O embaixador brasileiro em Teerã, André Veras Guimarães, informou que, até o momento, nenhum cidadão brasileiro solicitou assistência para deixar o Irã. O país, localizado no Oriente Médio, foi alvo de ataques por parte dos Estados Unidos e seus aliados no último fim de semana.
Conforme detalhou Guimarães, a comunidade brasileira no Irã é composta por cerca de 200 pessoas, principalmente mulheres brasileiras casadas com iranianos. O embaixador assegurou que não há relatos de brasileiros afetados diretamente pelos ataques.
O embaixador mencionou que existe um grupo de comunicação via WhatsApp, que funciona de maneira intermitente devido às restrições na internet local. Até o momento, não houve comunicação de necessidade de assistência por parte dos brasileiros.

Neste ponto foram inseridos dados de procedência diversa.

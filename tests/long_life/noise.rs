//! Noise and wander for billions of samples: a few integer operations each, the same in every run.

/// A generator of 64 even bits: a counter, mixed (Steele, Lea and Flood 2014, "Fast splittable pseudorandom number
/// generators", from memory).
#[derive(Clone, Copy, Debug)]
pub(crate) struct Bits(u64);

/// Variance of [`Bits::noise_q32`], counts^2: four even numbers, each 2 counts wide.
pub(crate) const NOISE_VAR: f64 = 4.0 * 4.0 / 12.0;

impl Bits {
    pub(crate) fn seeded(seed: u64) -> Self {
        Self(seed.wrapping_mul(0x9E37_79B9_7F4A_7C15))
    }

    pub(crate) fn next(&mut self) -> u64 {
        self.0 = self.0.wrapping_add(0x9E37_79B9_7F4A_7C15);
        let mut z = self.0;
        z = (z ^ (z >> 30)).wrapping_mul(0xBF58_476D_1CE4_E5B9);
        z = (z ^ (z >> 27)).wrapping_mul(0x94D0_49BB_1331_11EB);
        z ^ (z >> 31)
    }

    /// Nearly normal, within 4 counts, 2^-32 counts.
    pub(crate) fn noise_q32(&mut self) -> i64 {
        let bits = self.next();
        let sum = (bits & 0xFFFF) + (bits >> 16 & 0xFFFF) + (bits >> 32 & 0xFFFF) + (bits >> 48);
        (sum.cast_signed() - 2 * 0xFFFF) << 17
    }

    /// `size` with either sign.
    pub(crate) fn either(&mut self, size: i64) -> i64 {
        if self.next() >> 63 == 0 { size } else { -size }
    }

    /// 0 to `below - 1`.
    pub(crate) fn below(&mut self, below: u64) -> i64 {
        (self.next() % below).cast_signed()
    }
}

/// Nearest whole count.
pub(crate) fn code(level_q32: i64) -> i32 {
    ((level_q32 + (1 << 31)) >> 32) as i32
}
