//! A board without noise and drift, whose every code is exact: the totals must be, too, to the last bit. The input
//! pauses beside resets and holds, so that the lines there are level and nothing is interpolated.

use brimline::{Channel, Charge, Circuit, Converter, Mode, Noise, Policy, Sample, Setup, Trust};

use crate::extent::{Progress, Table, days};
use crate::lamp::{CIRCUIT, CONVERTER, PER_COUNT, SAMPLES_A_DAY};
use crate::noise::Bits;

/// A fast counter: it wraps every 51 s.
const TICK_HZ: f64 = 84e6;
const STEP: u32 = 8_400_000;
/// Samples for a line, and with the switch closed.
const EDGE: u32 = 4;
const CLOSED: u32 = 2;

fn setup() -> Setup<Charge> {
    Setup::new(
        Circuit { offset_limit_v: 0.0, bias_limit_a: 0.0, ..CIRCUIT },
        Converter { tick_hz: TICK_HZ, ..CONVERTER },
        Noise::NONE,
        Policy { edge_samples: EDGE as u8, worst_input: Some(4000.0 * PER_COUNT), ..Policy::DEFAULT },
    )
}

/// The truth of a run so far.
#[derive(Clone, Copy, Debug, Default)]
struct Truth {
    moved: i64,
    resets: u32,
    ticks: u64,
    held: u64,
}

impl Truth {
    /// All that a reading says of it, to the last bit: 2^-39 C to a count.
    fn assert_in(&self, channel: &Channel<'_, Charge>, stopped: bool) {
        let Some(reading) = channel.reading() else { panic!("a run has started") };
        let charge = -(self.moved as f64) * PER_COUNT;
        assert_eq!(reading.at_stop.integral.value.as_coulombs(), charge, "{self:?} {reading:?}");
        assert_eq!(reading.latest().integral.value.as_coulombs(), charge, "{self:?} {reading:?}");
        assert_eq!(reading.closed.is_some(), stopped);
        assert_eq!(reading.resets, self.resets);
        assert_eq!(reading.elapsed_s, self.ticks as f64 / TICK_HZ);
        assert_eq!(reading.held_s, self.held as f64 / TICK_HZ);
        assert_eq!((reading.trust, reading.spikes), (Trust::Good, 0), "{reading:?}");
        assert!(reading.at_stop.integral.u.as_coulombs() > 0.0);
    }
}

/// One board and two channels that see it: for `daily` each day begins with a zero, for `whole` the input is connected
/// all the time, and the whole life is one run.
struct Books<'s> {
    daily: Channel<'s, Charge>,
    whole: Channel<'s, Charge>,
    day: Truth,
    life: Truth,
    bits: Bits,
    level: i32,
    ticks: u64,
    asked: bool,
}

impl Books<'_> {
    fn feed(&mut self, daily: Mode, whole: Mode) {
        self.ticks += u64::from(STEP);
        let sample = |mode| Sample { tick: self.ticks as u32, counts: self.level, mode, temperature: None };
        let asked = self.daily.feed(sample(daily)).request.is_some();
        let whole_asked = self.whole.feed(sample(whole)).request.is_some();
        assert_eq!(asked, whole_asked, "both see the same codes");
        self.asked = asked;
        for (truth, mode) in [(&mut self.day, daily), (&mut self.life, whole)] {
            match mode {
                Mode::Zero => {}
                Mode::Hold => {
                    truth.ticks += u64::from(STEP);
                    truth.held += u64::from(STEP);
                }
                Mode::Integrate | Mode::Reset => truth.ticks += u64::from(STEP),
            }
        }
    }

    fn integrate(&mut self, input: i32) {
        self.level += input;
        self.day.moved += i64::from(input);
        self.life.moved += i64::from(input);
        self.feed(Mode::Integrate, Mode::Integrate);
    }

    fn pause(&mut self) {
        for _ in 0..EDGE {
            self.integrate(0);
        }
    }

    /// The switch closes, and the level is wherever it comes to lie near the reset level.
    fn reset(&mut self) {
        self.pause();
        self.level = self.bits.below(2001) as i32 - 1000;
        for _ in 0..CLOSED {
            self.feed(Mode::Reset, Mode::Reset);
        }
        self.day.resets += 1;
        self.life.resets += 1;
        self.pause();
    }

    /// The input is open and the level droops; that belongs to no run.
    fn hold(&mut self) {
        self.pause();
        // Less in all than the headroom that the advice keeps.
        let droop = self.bits.below(9) as i32 - 4;
        for _ in 0..50 {
            self.level += droop;
            self.feed(Mode::Hold, Mode::Hold);
        }
        self.pause();
    }

    /// An input of one sign, up to 100 counts a sample, another one every minute.
    fn run(&mut self, samples: u32) {
        let mut input = 0;
        for index in 0..samples {
            if index % 600 == 0 {
                input = self.bits.below(101) as i32;
            }
            if index % 100_000 == 50_000 {
                self.hold();
            }
            self.integrate(input);
            if self.asked {
                self.reset();
            }
        }
    }
}

#[test]
fn totals_are_exact_in_integers() {
    let days = days(40);
    let setup = setup();
    let mut books = Books {
        daily: Channel::new(&setup),
        whole: Channel::new(&setup),
        day: Truth::default(),
        life: Truth::default(),
        bits: Bits::seeded(2),
        level: 0,
        ticks: 0,
        asked: false,
    };
    let mut table = Table::new("| year | resets | counts | counts of one run | its resets | wraps of the counter |");
    let mut progress = Progress::new("exact totals");
    let (mut resets, mut counts, mut samples) = (0_u64, 0_i64, 0_u64);
    for day in 0..days {
        for k in 0..600 {
            let whole = if day == 0 { Mode::Zero } else { Mode::Integrate };
            books.feed(Mode::Zero, whole);
            if day > 0 && k == 0 {
                books.day.assert_in(&books.daily, true);
            }
        }
        if day > 0 {
            books.day.assert_in(&books.daily, true);
            books.life.assert_in(&books.whole, false);
        }
        books.day = Truth::default();
        books.run(SAMPLES_A_DAY - 600);
        books.day.assert_in(&books.daily, false);
        books.life.assert_in(&books.whole, false);
        resets += u64::from(books.day.resets);
        counts += books.day.moved;
        samples = books.ticks / u64::from(STEP);
        progress.tell(day, days);
        if day % 365 == 364 || day + 1 == days {
            let Truth { moved, resets: life, .. } = books.life;
            let wraps = books.ticks >> 32;
            table.row(&format!("| {} | {resets} | {counts} | {moved} | {life} | {wraps} |", day / 365 + 1));
            (resets, counts) = (0, 0);
        }
    }
    println!("\nexact totals: {samples} samples, {:.1} ns a sample for two channels", progress.pace_ns(samples));
    table.print();
    let bridged = books.life.resets;
    assert!(u64::from(bridged) > 50 * days, "{bridged} resets");
}
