//! The packed traces' tables are private to their module, which includes what a build script wrote: here empty ones,
//! and a door to unpack any other. Their packer is a build script itself, and its function is made to be seen.

use std::error::Error;
use std::fmt::Write;
use std::path::Path;
use std::{env, fs};

const TRACES: [&str; 9] = [
    "HATCHERY",
    "TICK_WRAP",
    "STUCK_SWITCH",
    "DIM_LAMP",
    "SOAKAGE",
    "WANDERING_OFFSET",
    "SEARCH_COIL",
    "LEAKY",
    "HELD",
];

const DOOR: &str = "
pub(crate) fn unpack(
    first: (u32, i32),
    millidegrees: i32,
    spans: &'static [(Mode, u32)],
    ticks: &'static [(u16, u16)],
    steps: &'static [i16],
) -> Vec<Sample> {
    let table = Table { name: \"\", first, millidegrees, spans, ticks, steps };
    Trace { table, setup: &boards::HATCHERY, si: Charge::as_coulombs }.samples().collect()
}
";

fn main() -> Result<(), Box<dyn Error>> {
    println!("cargo::rerun-if-changed=build.rs");
    let mut source = String::new();
    for name in TRACES {
        writeln!(
            source,
            "const {name}: Table = \
             Table {{ name: \"\", first: (0, 0), millidegrees: 0, spans: &[], ticks: &[], steps: &[] }};"
        )?;
    }
    source.push_str(DOOR);
    let out = env::var("OUT_DIR")?;
    fs::write(Path::new(&out).join("tables.rs"), source)?;

    let packer = Path::new(&env::var("CARGO_MANIFEST_DIR")?).join("../../examples/firmware/trace/build.rs");
    println!("cargo::rerun-if-changed={}", packer.display());
    let source: String = fs::read_to_string(&packer)?.lines().fold(String::new(), |source, line| {
        let line = if line.starts_with("//!") { "" } else { line };
        source + &line.replace("fn pack(", "pub(crate) fn pack(") + "\n"
    });
    fs::write(Path::new(&out).join("packing.rs"), source)?;
    Ok(())
}
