"""Lennard-Jones diameters and well depths: stated in the file, tabulated, or estimated by a rule.

Tables: B.E. Poling, J.M. Prausnitz, J.P. O'Connell, The Properties of Gases and Liquids, 5th ed., McGraw-Hill 2001,
appendix B; for atoms and OH, which it lacks, R.A. Svehla, NASA TR R-132, 1962 (values from memory). They are looked up
by composition, so isomers share one value.

Rule for all others: diameter 1.166 V_b^(1/3) Å with V_b the molar volume at the boiling point in cm3/mol (R.B. Bird,
W.E. Stewart, E.N. Lightfoot, Transport Phenomena, 2nd ed., Wiley 2002, eq. 1.4-12; from memory), V_b from the atomic
increments of G. Le Bas, The Molecular Volumes of Liquid Chemical Compounds, Longmans 1915 (as printed by Poling et al.,
table 4-5; from memory; the corrections for rings are left out, which makes the limit larger by up to a tenth). No less
than 3.4 Å. The well depth is 148.6 n^0.55 K with n the atoms other than hydrogen: our own power law through methane,
ethane and n-hexane of the table above; only Ω* answers to it, and weakly. On ten hydrocarbons of that table the rule is
within 15 % in diameter (tests/test_audit_collisions.py).
"""

from collections.abc import Mapping
from functools import cache

from ..mechanism.elements import ATOMIC_MASS, parse_formula
from ..mechanism.model import Species

ANGSTROM = 1e-10
_POLING = """
H2 2.827 59.7, He 2.551 10.22, Ne 2.820 32.8, Ar 3.542 93.3, Kr 3.655 178.9, Xe 4.047 231, N2 3.798 71.4, O2 3.467 106.7,
F2 3.357 112.6, Cl2 4.217 316, Br2 4.296 507.9, I2 5.160 474.2, CO 3.690 91.7, NO 3.492 116.7, HF 3.148 330,
HCl 3.339 344.7, HBr 3.353 449, HI 4.211 288.7, CO2 3.941 195.2, H2O 2.641 809.1, H2O2 4.196 289.3, N2O 3.828 232.4,
NH3 2.900 558.3, SO2 4.112 335.4, H2S 3.623 301.1, HCN 3.630 569.1, CH4 3.758 148.6, C2H2 4.033 231.8, C2H4 4.163 224.7,
C2H6 4.443 215.7, C3H4 4.761 251.8, C3H6 4.678 298.9, C3H8 5.118 237.1, C5H12 5.784 341.1, C6H6 5.349 412.3,
C6H12 6.182 297.1, C6H14 5.949 399.3, CH3OH 3.626 481.8, C2H5OH 4.530 362.6, SiH4 4.084 207.6, CH3Cl 4.182 350
"""
_SVEHLA = "H 2.708 37.0, N 3.298 71.4, O 3.050 106.7, OH 3.147 79.8, CH 3.370 68.6, CN 3.856 75.0"
_LE_BAS = {"C": 14.8, "H": 3.7, "O": 7.4, "N": 12.0, "F": 8.7, "Cl": 24.6, "Br": 27.0, "I": 37.0, "S": 25.6}
_OTHER_ATOM = 27.0
"""cm3/mol of an element without an increment: that of the larger halogens and sulfur, so that the limit is not too low."""
_FLOOR = 3.4
STATED, TABLE, RULE = "stated in the file", "table", "rule"

Key = frozenset[tuple[str, int]]


@cache
def _table() -> Mapping[Key, tuple[float, float]]:
    rows = (row.split() for text in (_SVEHLA, _POLING) for row in text.split(","))
    return {frozenset(parse_formula(name, ATOMIC_MASS).items()): (float(d), float(e)) for name, d, e in rows}


def size(species: Species) -> tuple[float, float, str]:
    """Collision diameter [m], well depth [K] (0: taken as a hard sphere), and where they come from."""
    if species.collision_diameter is not None:
        return species.collision_diameter, species.well_depth or 0.0, STATED
    known = _table().get(frozenset(species.composition.items()))
    if known:
        return known[0] * ANGSTROM, known[1], TABLE
    return (*estimate(species.composition), RULE)


def estimate(composition: Mapping[str, int]) -> tuple[float, float]:
    """Diameter [m] and well depth [K] by the rule."""
    volume = sum(count * _LE_BAS.get(element, _OTHER_ATOM) for element, count in composition.items())
    heavy = sum(count for element, count in composition.items() if element != "H")
    return max(_FLOOR, 1.166 * volume ** (1 / 3)) * ANGSTROM, 148.6 * max(heavy, 1) ** 0.55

Um único caso de saída do Irã foi registrado: um treinador de futebol que se deslocou por conta própria para a Turquia.
Guimarães destacou que a orientação do governo brasileiro é prestar assistência aos cidadãos, proteger a equipe da embaixada e manter informadas as autoridades competentes para avaliação contínua da situação. Ele ressaltou que ainda é cedo para considerar a retirada completa da equipe diplomática.
Atualmente, os ataques têm como alvos principais estruturas militares e governamentais, enquanto o fornecimento de energia e água permanece estável. As ruas estão pouco movimentadas, mas a situação é marcada por apreensão e tensão.
Os bombardeios, que ocorrem diariamente, visam atingir instalações das forças armadas iranianas. No entanto, a localização exata dos alvos permanece incerta.
Guimarães expressou ceticismo quanto à possibilidade dos ataques resultarem na queda do regime iraniano, dada a solidez e o enraizamento do sistema político local, estabelecido há mais de quatro décadas.
O aiatolá Ali Khamenei, líder supremo do Irã, foi morto durante um ataque militar realizado por forças dos Estados Unidos e Israel. Em resposta, foi anunciada a criação de um órgão colegiado para assumir suas funções.